** EXERCISE PROMPT **
Copy out the lines of the records below, and only those lines, from the one with "michael123 jennifer jennifer1" through the one with "mastermaster monkey123 monkeymonkey", exactly as they appear.
==== PROVIDED DATA
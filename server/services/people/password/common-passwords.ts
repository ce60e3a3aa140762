/**
 * Passwords that are tried first, in lower case, eight characters and longer: shorter ones cannot be chosen at all, but
 * these may be the start of a longer one with digits or signs after it.
 */
export const commonPasswords: ReadonlySet<string> = new Set(`
  password password1 password12 password123 password1234 password12345 passw0rd p@ssword p@ssw0rd p@ssw0rd1 pa55word passwords mypassword yourpassword
  newpassword oldpassword thepassword passwort passwort1 passwort123 motdepasse contraseña contrasena wachtwoord wachtwoord1 password! password1!
  password123! passwordpassword letmein1 letmein123 letmeinnow letmeinplease welcome1 welcome12 welcome123 welcome2024 welcome2025 welcome2026
  welcomeback welcomehome changeme changeme1 changeme123 changemenow changeit temporary temporary1 temppass temppassword default1 defaultpassword
  initial1 initialpassword firstpassword secret123 secretpassword supersecret topsecret topsecret1 nopassword administrator administrator1 admin123
  admin1234 admin12345 admin123456 adminadmin adminpassword superadmin sysadmin1 rootroot rootpassword guestguest testtest testtest1 test1234 test12345
  testing123 testpassword demodemo demo1234 demopassword useruser user1234 operator1 manager1 manager123 technician technician1 supervisor supervisor1
  12345678 123456789 1234567890 12345678910 123456789012 0123456789 0987654321 987654321 87654321 11111111 111111111111 00000000 000000000000 22222222
  88888888 99999999 12341234 123412341234 123123123 123123123123 121212121212 112233445566 123321123321 147258369 147258369147 159753159753 741852963
  789456123 789456123789 1qaz2wsx 1qaz2wsx3edc 1q2w3e4r 1q2w3e4r5t 1q2w3e4r5t6y q1w2e3r4 q1w2e3r4t5 q1w2e3r4t5y6 zaq12wsx zaq1xsw2 zaq12wsxcde3 1234qwer
  1234qwerasdf qwer1234 qwer1234asdf asdf1234 asdfasdf asdfghjk asdfghjkl asdfghjkl1 asdfqwer zxcvbnm1 zxcvbnm123 zxcvasdfqwer qwertyui qwertyuiop
  qwertyuiop1 qwertyuiop123 qwerty12 qwerty123 qwerty1234 qwerty12345 qwerty123456 qwerty123456789 qwertz123 qwertzuiop azertyuiop azerty123 123qweasd
  123qweasdzxc qweasdzxc qweasdzxc123 qazwsxedc qazwsxedcrfv qazwsx123 abcd1234 abc12345 abc123456 abcdefgh abcdefghij abcdefghijkl abc123abc123
  a1b2c3d4 a1b2c3d4e5 a1b2c3d4e5f6 aa123456 a123456789 a1234567890 aaaaaaaa aaaaaaaaaaaa iloveyou iloveyou1 iloveyou12 iloveyou123 iloveyou2
  iloveyouforever ilovemyself iloveyousomuch iloveyoubaby loveyou1 lovelove loveme123 lovely123 iloveu123 ihateyou ihateyou1 ihatepasswords ilovecats
  ilovedogs mylovemylove babygirl babygirl1 babygirl123 sweetheart sweetheart1 sweetie1 darling1 honeybee princess princess1 princess12 princess123
  prettygirl beautiful beautiful1 gorgeous butterfly butterfly1 butterfly123 sunshine sunshine1 sunshine12 sunshine123 moonlight moonlight1 starlight
  rainbow1 rainbow123 flower123 chocolate chocolate1 chocolate123 strawberry strawberry1 blueberry cupcake1 cinnamon cheesecake icecream1 pumpkin1
  cookie123 cookies1 football football1 football12 football123 baseball baseball1 baseball123 basketball basketball1 softball1 volleyball hockey123
  soccer123 liverpool liverpool1 liverpool123 liverpoolfc manchester manchester1 manchesterunited arsenal1 arsenal123 chelsea1 chelsea123 chelseafc
  everton1 tottenham tottenham1 newcastle newcastle1 barcelona barcelona1 realmadrid juventus1 cricket1 yankees1 cowboys1 steelers1 lakers24 michael1
  michael123 jennifer jennifer1 jessica1 jessica123 michelle michelle1 charlotte charlotte1 elizabeth elizabeth1 christopher jonathan1 alexander
  alexander1 alexandra victoria1 samantha samantha1 stephanie nicholas1 matthew1 benjamin1 william1 daniel123 charlie1 charlie123 thomas123 george123
  jordan23 jordan123 ashley123 nicole123 andrea123 superman superman1 superman123 spiderman spiderman1 batman123 batmanbatman wolverine ironman123
  captainamerica starwars starwars1 starwars123 startrek1 harrypotter harrypotter1 hogwarts1 gandalf1 pokemon1 pokemon123 pikachu1 pikachu123 minecraft
  minecraft1 minecraft123 nintendo1 playstation playstation1 xbox3600 fortnite1 mustang1 mustang123 corvette1 corvette ferrari1 ferrari123 porsche911
  mercedes mercedes1 mercedesbenz yamaha123 harley123 harleydavidson motorcycle computer computer1 computer123 internet internet1 internet123 microsoft
  microsoft1 windows10 windows123 google123 facebook facebook1 facebook123 linkedin1 youtube123 whatsapp1 samsung1 samsung123 iphone123 blackberry
  matrix123 trustno1 trustno1trustno1 whatever whatever1 whatever123 nothing1 nothing123 letmeletme dragon123 dragonball dragonballz master123
  mastermaster monkey123 monkeymonkey shadow123 tigger123 hunter123 killer123 ranger123 buster123 pepper123 ginger123 maggie123 snoopy123 scooby123
  fuckyou1 fuckyou123 fuckoff1 asshole1 bullshit jesus123 jesuschrist jesusislord godisgood godbless1 blessed1 heaven123 angel123 angels123 devil666
  freedom1 freedom123 forever1 forever123 together happiness happyday happy123 smile123 lucky123 lucky777 money123 million1 diamond1 golden123 silver123
  platinum phoenix1 thunder1 lightning hurricane tornado1 december1 november1 october1 september september1 february january1 summer123 summer2024
  summer2025 summer2026 winter123 winter2024 winter2025 winter2026 spring123 spring2025 spring2026 autumn123 autumn2025 autumn2026 monday123 friday123
  saturday1 sunday123 birthday birthday1 christmas christmas1 halloween1 valentine england1 england123 scotland scotland1 germany1 deutschland australia
  australia1 california california1 newyork1 newyorkcity london123 londonlondon paris123 hello123 hello1234 hellohello hello123456 helloworld
  helloworld1 helloworld123 goodbye1 goodmorning goodluck1 comeon123 opensesame opensesame1 letmeintoday abracadabra access123 accessgranted security
  security1 security123 computerscience correcthorsebatterystaple thisismypassword thisisapassword ilovemypassword passwordispassword mynameismike
  whatsyourname donotenter keepout123 enterenter enter123 sesame123 company1 company123 office123 office2025 business1 laboratory laboratory1 testing1
  testing1234 quality1 quality123 workwork production production1 engineer engineer1 engineering metallurgy metallurgist microscope foundry123
  steelworks factory123 workshop1
`.trim().split(/\s+/))
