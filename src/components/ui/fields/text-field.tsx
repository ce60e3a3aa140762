import type { ComponentPropsWithRef, ReactNode } from 'react'
import { classNames } from '../class-names.ts'
import { Icon, type IconName } from '../icon.tsx'
import { Field, type FieldProps } from './field.tsx'

export type TextFieldProps = FieldProps &
  Omit<ComponentPropsWithRef<'input'>, 'className'> & {
    /** Inside at the right. */
    unit?: ReactNode
    /** Inside at the left. */
    icon?: IconName
    /** For codes: heat numbers, report numbers. */
    mono?: boolean
  }

/**
 * One line of text; also e-mail, password and search by `type`. Works with react-hook-form as it is:
 * `<TextField label="Purchase order" error={errors.order?.message} {...register('order')} />`.
 */
export function TextField({ label, aside, hint, error, cures, labelHidden, className, unit, icon, mono, ...input }: TextFieldProps) {
  return (
    <Field {...{ label, aside, hint, error, cures, labelHidden, className }} id={input.id}>
      {(control) => (
        <span className="box">
          {icon && <Icon name={icon} className="ml-2.5 text-quiet" />}
          <input type="text" autoComplete="off" {...input} {...control} className={classNames(mono && 'mono')} />
          {unit && <span className="unit pr-2.5 text-13 whitespace-nowrap">{unit}</span>}
        </span>
      )}
    </Field>
  )
}
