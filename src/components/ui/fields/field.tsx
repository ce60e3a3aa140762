import { useId, type ReactNode } from 'react'
import { classNames } from '../class-names.ts'
import { Icon } from '../icon.tsx'

/** What every field takes. */
export type FieldProps = {
  label: ReactNode
  /** Small, at the right of the label: "if any", "5 d". */
  aside?: ReactNode
  /** Below the box, when there is no error. */
  hint?: ReactNode
  /** What is wrong, in words that name the limit. */
  error?: string | undefined
  /** The way out of the error, as buttons. */
  cures?: ReactNode
  /** Keeps the label for those who listen only; use it where a table's head says it. */
  labelHidden?: boolean
  className?: string
}

/** What `Field` hands to the control inside it. */
export type FieldControl = { id: string; 'aria-invalid': true | undefined; 'aria-describedby': string | undefined }

/** Label above, control, message below. Takes a function that draws the control with the id and descriptions it gets. */
export function Field({ label, aside, hint, error, cures, labelHidden, className, id: given, children }: FieldProps & { id?: string; children: (control: FieldControl) => ReactNode }) {
  const made = useId()
  const id = given ?? made
  const says = error ? `${id}-error` : hint ? `${id}-hint` : undefined
  return (
    <div className={classNames('block min-w-0', className)}>
      <div className={classNames('mb-1 flex justify-between gap-2 text-13 font-medium', labelHidden && 'sr-only')}>
        <label htmlFor={id}>{label}</label>
        {aside && <span className="font-normal text-quiet">{aside}</span>}
      </div>
      {children({ id, 'aria-invalid': error ? true : undefined, 'aria-describedby': says })}
      {error ? <FieldError id={`${id}-error`}>{error}</FieldError> : hint && <p id={`${id}-hint`} className="mt-1.5 text-13 text-quiet">{hint}</p>}
      {cures && <div className="mt-2 flex flex-wrap gap-2">{cures}</div>}
    </div>
  )
}

/** The message below a field; announced when it appears. */
export function FieldError({ id, children }: { id?: string; children: ReactNode }) {
  return (
    <p id={id} role="alert" className="mt-1.5 flex gap-1.5 text-13 text-red">
      <Icon name="stop" className="mt-px" />
      <span>{children}</span>
    </p>
  )
}
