import { randomUUID } from 'node:crypto'
import { QueryTypes } from 'sequelize'
import { describe, expect, it } from 'vitest'
import { announceWith } from '../../../server/database/announce.ts'
import { database } from '../../../server/database/connection.ts'
import { linkHash, type LedgerRow } from '../../../server/database/ledger.ts'
import { inTransaction } from '../../../server/database/transaction.ts'
import { verifyLedger } from '../../../server/services/ledger/verify-ledger.ts'
import { asSuperuser } from '../../support/superuser.ts'

const nobody = { person: null, requestId: 'test' }
const customers = [randomUUID(), randomUUID(), randomUUID()]
const write = (text: string, customerId: string | null = customers[0]!) => inTransaction(nobody, (tx) => {
  tx.record({ type: 'message.written', id: randomUUID(), customerId, data: { text, nested: { b: [1, 2.5e-7, null], a: 'ü "quoted" \\ €' } }, touches: [{ subject: 'Job', id: randomUUID() }] })
  return Promise.resolve()
})
const ids = async () => (await database.query<{ id: number }>('select id from events order by id', { type: QueryTypes.SELECT })).map(({ id }) => id)

/** Alters the ledger past its triggers, looks, and puts everything back. */
async function tampered(sql: string, bind: unknown[] = []) {
  return asSuperuser(async (client) => {
    await client.query('create table kept_events as table events')
    await client.query('create table kept_heads as table chain_heads')
    await client.query('alter table events disable trigger user')
    await client.query(sql, bind)
    const verdict = await verifyLedger()
    await client.query('delete from events')
    await client.query('insert into events select * from kept_events')
    await client.query('delete from chain_heads')
    await client.query('insert into chain_heads select * from kept_heads')
    await client.query('alter table events enable trigger user')
    await client.query('drop table kept_events, kept_heads')
    return verdict
  })
}

describe('the ledger', () => {
  it('is whole when nothing happened and after anything was written', async () => {
    expect(await verifyLedger()).toEqual({ events: 0, broken: null })
    for (const [at, customerId] of [customers[0], customers[1], null, customers[0], customers[1]].entries()) await write(`event ${at}`, customerId)
    expect(await verifyLedger()).toEqual({ events: 5, broken: null })
  })

  it('numbers events without a gap when many write at once', async () => {
    const before = (await ids()).length
    await Promise.all(Array.from({ length: 20 }, (_, at) => write(`at once ${at}`, customers[at % 3])))
    const all = await ids()
    expect(all).toEqual(Array.from({ length: before + 20 }, (_, at) => at + 1))
    expect(await verifyLedger()).toEqual({ events: before + 20, broken: null })
  })

  it('keeps a customer\'s own chain, which the others\' events do not touch', async () => {
    const rows = await database.query<{ before: string; hash: string }>('select customer_previous_hash as before, customer_hash as hash from events where customer_id = $1 order by id', { bind: [customers[1]], type: QueryTypes.SELECT })
    expect(rows.length).toBeGreaterThan(3)
    expect(rows.map(({ before }) => before)).toEqual(['', ...rows.slice(0, -1).map(({ hash }) => hash)])
  })

  it('keeps nothing of a change that failed, not even a number', async () => {
    const before = await ids()
    await expect(inTransaction(nobody, (tx) => {
      tx.record({ type: 'message.written', id: randomUUID() })
      return Promise.reject(new Error('the change failed'))
    })).rejects.toThrow('the change failed')
    await write('after it')
    expect(await ids()).toEqual([...before, before.length + 1])
  })

  it('announces a change only once it can be read', async () => {
    const heard: number[] = []
    announceWith((id) => heard.push(id))
    await write('announced')
    await expect(inTransaction(nobody, (tx) => { tx.record({ type: 'message.written', id: randomUUID() }); return Promise.reject(new Error('no')) })).rejects.toThrow()
    await inTransaction(nobody, () => Promise.resolve())
    announceWith(() => {})
    expect(heard).toEqual([(await ids()).at(-1)])
  })

  it('tries a change again that met a deadlock, and writes its events once', async () => {
    await asSuperuser((client) => client.query(`insert into numbers values ('dead', 1, 0), ('lock', 1, 0)`))
    const before = (await ids()).length
    const cross = (first: string, second: string) => inTransaction(nobody, async (tx) => {
      const raise = (series: string) => database.query('update numbers set last = last + 1 where series = $1', { bind: [series], transaction: tx })
      await raise(first)
      await new Promise((resolve) => setTimeout(resolve, 100))
      await raise(second)
      tx.record({ type: 'message.written', id: randomUUID() })
    })
    await Promise.all([cross('dead', 'lock'), cross('lock', 'dead')])
    expect((await ids()).length).toBe(before + 2)
    const numbers = await database.query<{ last: number }>(`select last from numbers where series in ('dead', 'lock')`, { type: QueryTypes.SELECT })
    expect(numbers.map(({ last }) => last)).toEqual([2, 2])
  })

  it('is whole for who looks while others write', async () => {
    const writing = Promise.all(Array.from({ length: 15 }, (_, at) => write(`meanwhile ${at}`)))
    const verdicts = await Promise.all(Array.from({ length: 6 }, () => verifyLedger()))
    await writing
    expect(verdicts.map(({ broken }) => broken)).toEqual(Array(6).fill(null))
  })
})

describe('a ledger that someone altered', () => {
  it.each([
    ['what an event says', `update events set data = jsonb_set(data, '{text}', '"other"') where id = 3`],
    ['who did it', `update events set person_id = '00000000-0000-4000-8000-000000000001' where id = 3`],
    ['when it was', `update events set at = at - interval '1 day' where id = 3`],
    ['whose it is', `update events set customer_id = '00000000-0000-4000-8000-000000000001' where id = 3`],
    ['what it touched', `update events set touches = '[]' where id = 3`],
    ['its own link', `update events set hash = repeat('0', 64) where id = 3`],
  ])('names the event where %s was altered', async (_what, sql) => {
    expect((await tampered(sql)).broken?.id).toBe(3)
  })

  it('names the event that was deleted', async () => {
    const verdict = await tampered('delete from events where id = 3')
    expect(verdict).toMatchObject({ events: 2, broken: { why: 'event 3 is missing' } })
  })

  it('notices that the end was cut off, or everything, or the head', async () => {
    const last = (await ids()).at(-1)!
    expect((await tampered('delete from events where id > $1', [last - 2])).broken).toEqual({ id: last - 1, why: 'events are missing from the end' })
    expect((await tampered('delete from events')).broken).toEqual({ id: 1, why: 'events are missing from the end' })
    expect((await tampered('delete from chain_heads')).broken).not.toBeNull()
    expect((await tampered('delete from chain_heads where chain = $1', [customers[1]])).broken?.why).toContain(customers[1])
  })

  it('notices an event that was put in with a hash of its own', async () => {
    const last = (await ids()).at(-1)!
    const row: LedgerRow = { id: last + 1, type: 'message.written', subject: 'Message', subjectId: randomUUID(), jobId: null, customerId: null, siteId: null, personId: null, requestId: null, at: new Date().toISOString(), touches: [], data: {} }
    const insert = `insert into events (id, type, subject, subject_id, at, touches, data, previous_hash, hash) values ($1, $2, $3, $4, $5, '[]', '{}', '', $6)`
    expect((await tampered(insert, [row.id, row.type, row.subject, row.subjectId, row.at, linkHash('', row)])).broken).toEqual({ id: last + 1, why: 'it does not continue the event before it' })
  })

  it('notices an event moved to another customer\'s chain with the whole chain made anew', async () => {
    const verdict = await tampered(`update events set customer_previous_hash = 'x' where id = 4`)
    expect(verdict.broken).toEqual({ id: 4, why: "it does not continue its customer's chain" })
  })

  it('is whole again when it is put back', async () => {
    expect((await verifyLedger()).broken).toBeNull()
  })
})

it('the link depends on the order of nothing but the row: keys in any order, the same hash', () => {
  const row: LedgerRow = { id: 1, type: 't', subject: 'Job', subjectId: 's', jobId: null, customerId: null, siteId: null, personId: null, requestId: null, at: '2026-01-01T00:00:00.000Z', touches: [], data: { a: 1, b: { c: 2, d: 3 } } }
  expect(linkHash('', { ...row, data: { b: { d: 3, c: 2 }, a: 1 } })).toBe(linkHash('', row))
  expect(linkHash('', { ...row, data: { a: 1, b: { c: 2, d: 4 } } })).not.toBe(linkHash('', row))
  expect(linkHash('x', row)).not.toBe(linkHash('', row))
})
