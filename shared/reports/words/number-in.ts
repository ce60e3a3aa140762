/** The number in what was reported: "31.3" of "31.3 HRC", "8.5" of "G 8.5"; all of it where there is none. */
export function numberIn(reported: string): string {
  return /[-−+]?\d+(?:\.\d+)?/.exec(reported)?.[0] ?? reported
}

/** What stands beside the number in what was reported: "HRC" of "31.3 HRC"; empty where nothing does. */
export function unitIn(reported: string): string {
  return reported.replace(numberIn(reported), '').trim()
}
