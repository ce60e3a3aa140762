import { Op, type Transaction } from 'sequelize'
import type { Hold as HoldInJob } from '../../../../shared/api/jobs.ts'
import type { Hold } from '../../../models/jobs/hold.ts'
import { Sample } from '../../../models/jobs/sample.ts'

/** Holds as people see them, with the numbers of their samples. */
export async function holdViews(holds: readonly Hold[], tx?: Transaction): Promise<HoldInJob[]> {
  const ids = holds.flatMap(({ sampleId }) => sampleId ?? [])
  const samples = ids.length === 0 ? [] : await Sample.findAll({ where: { id: { [Op.in]: ids } }, attributes: ['id', 'number'], raw: true, transaction: tx })
  return holds.map(({ id, jobId, sampleId, reason, question, answers, answer, createdAt, answeredAt, releasedAt, version }) => ({
    id, jobId, sampleId, sampleNumber: samples.find((sample) => sample.id === sampleId)?.number ?? null, reason, question, answers, answer,
    placedAt: createdAt.toISOString(), answeredAt: answeredAt?.toISOString() ?? null, releasedAt: releasedAt?.toISOString() ?? null, version,
  }))
}
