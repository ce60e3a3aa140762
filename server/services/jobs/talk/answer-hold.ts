import { Problem } from '../../../../shared/problems.ts'
import type { Caller } from '../../../caller.ts'
import { inTransaction } from '../../../database/transaction.ts'
import { Hold } from '../../../models/jobs/hold.ts'
import { jobView } from '../view/job-view.ts'
import { loadHold } from './load-hold.ts'

/** The customer's answer to the question of a hold; the lab releases it when the answer will do. */
export async function answerHold(holdId: string, { version, answer }: { version: number; answer: string }, caller: Caller) {
  const jobId = await inTransaction(caller, async (tx) => {
    const { hold, job } = await loadHold(holdId, version, 'answer', caller, tx)
    if (hold.answer !== null) throw new Problem('not-now', 'this hold is answered; write a message to add to it')
    await Hold.update({ answer, answeredAt: new Date(), answeredById: caller.person.id, version: hold.version + 1 }, { where: { id: holdId }, transaction: tx })
    tx.record({ type: 'hold.answered', id: holdId, jobId: job.id, customerId: hold.customerId, siteId: hold.siteId, data: { sampleId: hold.sampleId, text: answer }, touches: [{ subject: 'Job', id: job.id }, { subject: 'Sample', id: hold.sampleId ?? job.id }] })
    return job.id
  })
  return jobView(jobId, caller)
}
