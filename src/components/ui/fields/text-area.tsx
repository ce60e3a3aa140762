import type { ComponentPropsWithRef } from 'react'
import { Field, type FieldProps } from './field.tsx'

/** Several lines of text: `<TextArea label="What changed" rows={3} {...register('note')} />`. */
export function TextArea({ label, aside, hint, error, cures, labelHidden, className, ...area }: FieldProps & Omit<ComponentPropsWithRef<'textarea'>, 'className'>) {
  return (
    <Field {...{ label, aside, hint, error, cures, labelHidden, className }} id={area.id}>
      {(control) => (
        <span className="box">
          <textarea rows={3} {...area} {...control} />
        </span>
      )}
    </Field>
  )
}
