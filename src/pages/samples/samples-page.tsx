import { useInfiniteQuery } from '@tanstack/react-query'
import { useMemo } from 'react'
import { useSearchParams } from 'react-router-dom'
import { SampleState } from '../../../shared/api/words.ts'
import { samplesQuery } from '../../api/samples.ts'
import { useMe } from '../../api/session.ts'
import { sampleColumns } from '../../components/samples/sample-columns.tsx'
import { Live } from '../../components/ui/live.tsx'
import { PageTitle } from '../../components/ui/page-title.tsx'
import { QueryState } from '../../components/ui/query-state.tsx'
import { CsvButton } from '../../components/ui/table/csv-button.tsx'
import { DataTable } from '../../components/ui/table/data-table.tsx'
import { useLiveState } from '../../lib/live.ts'

/** The samples that I may see, found by number, heat, lot or the code of a label. */
export function SamplesPage() {
  const me = useMe()
  const live = useLiveState()
  const [params] = useSearchParams()
  const state = SampleState.safeParse(params.get('state')).data
  const search = params.get('search')?.slice(0, 100) || undefined
  const samples = useInfiniteQuery(samplesQuery({ state, search }))
  const rows = useMemo(() => samples.data?.pages.flatMap(({ items }) => items) ?? [], [samples.data])
  const columns = useMemo(() => sampleColumns({ zone: me.timeZone, manyCustomers: me.customerId === null }), [me.customerId, me.timeZone])
  const title = me.customerName ? `Samples of ${me.customerName}` : 'Samples'
  return (
    <>
      <PageTitle title={title} actions={<><Live at={live.lastAt ?? samples.dataUpdatedAt} broken={!live.connected && live.lastAt !== null} /><CsvButton name="samples" columns={columns} rows={rows} /></>} />
      <QueryState query={samples} what="the samples" empty={{ when: ({ pages }) => !state && !search && pages[0]?.items.length === 0, title: 'No samples yet', text: 'Samples appear here when a job is placed.' }}>
        {() => (
          <DataTable
            caption={title} server columns={columns} rows={rows} rowId={({ id }) => id} isVoid={(row) => row.state === 'void'}
            more={{ noun: rows.length === 1 ? 'sample' : 'samples', busy: samples.isFetchingNextPage, ...(samples.hasNextPage && { onMore: () => void samples.fetchNextPage() }) }}
          />
        )}
      </QueryState>
    </>
  )
}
========
** RESULT OF THIS TASK **
  michael123 jennifer jennifer1 jessica1 jessica123 michelle michelle1 charlotte charlotte1 elizabeth elizabeth1 christopher jonathan1 alexander
  alexander1 alexandra victoria1 samantha samantha1 stephanie nicholas1 matthew1 benjamin1 william1 daniel123 charlie1 charlie123 thomas123 george123
  jordan23 jordan123 ashley123 nicole123 andrea123 superman superman1 superman123 spiderman spiderman1 batman123 batmanbatman wolverine ironman123
  captainamerica starwars starwars1 starwars123 startrek1 harrypotter harrypotter1 hogwarts1 gandalf1 pokemon1 pokemon123 pikachu1 pikachu123 minecraft
  minecraft1 minecraft123 nintendo1 playstation playstation1 xbox3600 fortnite1 mustang1 mustang123 corvette1 corvette ferrari1 ferrari123 porsche911
  mercedes mercedes1 mercedesbenz yamaha123 harley123 harleydavidson motorcycle computer computer1 computer123 internet internet1 internet123 microsoft
  microsoft1 windows10 windows123 google123 facebook facebook1 facebook123 linkedin1 youtube123 whatsapp1 samsung1 samsung123 iphone123 blackberry
  matrix123 trustno1 trustno1trustno1 whatever whatever1 whatever123 nothing1 nothing123 letmeletme dragon123 dragonball dragonballz master123
  mastermaster monkey123 monkeymonkey shadow123 tigger123 hunter123 killer123 ranger123 buster123 pepper123 ginger123 maggie123 snoopy123 scooby123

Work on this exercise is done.